И он не огорчился, когда Женька обернулась на пороге и спросила:
– А это что за корабль? На фотографии…
Над письменным столом висел большой, тридцать на сорок, снимок. "Капитан Грант" был сфотографирован с кормы. Из-под ахтерштевня вырывалась бурная струя. В гакабортном фонаре искрилось солнце. Верхушки мачт не вошли, зато нижние половины парусов – с люверсами, шнуровкой на гиках, блоками и частыми швами получились рельефными, как на стереоснимке. Полотно туго выгибалось под ветром.

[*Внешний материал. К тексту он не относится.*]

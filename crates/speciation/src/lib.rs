//! Protonation microstates over a molecule's sites: macroscopic constants, species
//! fractions, net charge and isoelectric point.
//!
//! INTERFACE NOTE (remove when implemented): the speciation helper writes the bodies and may
//! add items; names and signatures below stay.
#![deny(missing_docs)]

use serde::Serialize;

/// Which way a site's proton goes.
#[derive(Clone, Copy, Debug, PartialEq, Eq, Serialize)]
#[serde(rename_all = "lowercase")]
pub enum Kind {
    /// Charged form is the deprotonated one (charge -1 relative to the neutral form).
    Acid,
    /// Charged form is the protonated one (charge +1 relative to the neutral form).
    Base,
}

/// One site: its kind and its microscopic pKa with every other site in its neutral form.
#[derive(Clone, Copy, Debug, PartialEq, Serialize)]
pub struct SiteInput {
    /// Acid or base.
    pub kind: Kind,
    /// Microscopic pKa (of the protonated form).
    pub pka: f64,
}

/// The system to speciate.
#[derive(Clone, Debug, PartialEq)]
pub struct System {
    /// The sites.
    pub sites: Vec<SiteInput>,
    /// `w[i][j]`: interaction in pK units when sites i and j are both charged (positive for
    /// like charges). Symmetric, zero diagonal. log10 weight of a microstate is
    /// sum over charged acids (pH - pKa) + sum over charged bases (pKa - pH) - sum over charged
    /// pairs w[i][j] * sign(i) * sign(j) ... see the crate docs the helper writes.
    pub interaction: Vec<Vec<f64>>,
    /// Formal charge of the reference (all sites neutral) form, e.g. +1 for a quaternary
    /// ammonium.
    pub base_charge: i32,
}

/// One microspecies.
#[derive(Clone, Debug, PartialEq, Serialize)]
pub struct Microspecies {
    /// Per site: whether it is in its charged form.
    pub charged: Vec<bool>,
    /// Net charge.
    pub charge: i32,
    /// Fraction at the pH asked.
    pub fraction: f64,
}

/// The result at one pH.
#[derive(Clone, Debug, PartialEq, Serialize)]
pub struct Speciation {
    /// Macroscopic constants, ascending.
    pub macro_pka: Vec<f64>,
    /// The pH.
    pub ph: f64,
    /// Mean net charge at the pH.
    pub charge_at_ph: f64,
    /// Microspecies, most abundant first.
    pub species: Vec<Microspecies>,
    /// Isoelectric point, where the molecule has one.
    pub isoelectric_point: Option<f64>,
    /// How it was computed (`exact`, or the approximation used).
    pub method: String,
}

/// Speciates the system at `ph`.
pub fn speciate(system: &System, ph: f64) -> Speciation {
    let _ = (system, ph);
    todo!("speciation helper")
}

Алька Ветлугин, сидя на планшире, выбирал гика-шкот. Валерка был у бизани – из-за гакаборта торчала его голова. Юрок не было видно – они сидели низко. Саня стоял на палубе рубки, вцепившись в ванты, а Митька-Маус, как всегда, устроился на носу, у бушприта, над которым вздувались кливер и стаксель.
А Кирилл стоял у штурвала. Чтобы сделать снимок, Дед окликнул его с лодки, и Кирилл оглянулся. Лицо его было сердитым: рулевого не следует отвлекать на таком ходу, да еще перед поворотом…
– Это ты где? – опять спросила Женька. – Это по правде?
– А что, по-твоему? Декорация в драмкружке?
– Ну… я просто спросила. Это какой корабль?
– Крейсерский парусник типа "гафельный кеч" с бермудской бизанью и треугольным гаф-топселем, который в отличие от рейкового топселя крепится фаловым углом непосредственно к топу грот-стеньги, – отрапортовал Кирилл. – Все ясно?
Женька моргала.
Кирилл усмехнулся и продолжал:
– Водоизмещение одна и две десятых тонны, ход к ветру до сорока пяти градусов, район плавания неограниченный, крейсерская скорость около восьми узлов.
Насчет района плавания и скорости он подзагнул, но Женька все равно, конечно, ничего не поняла.
– Какой красивый. А кто его построил?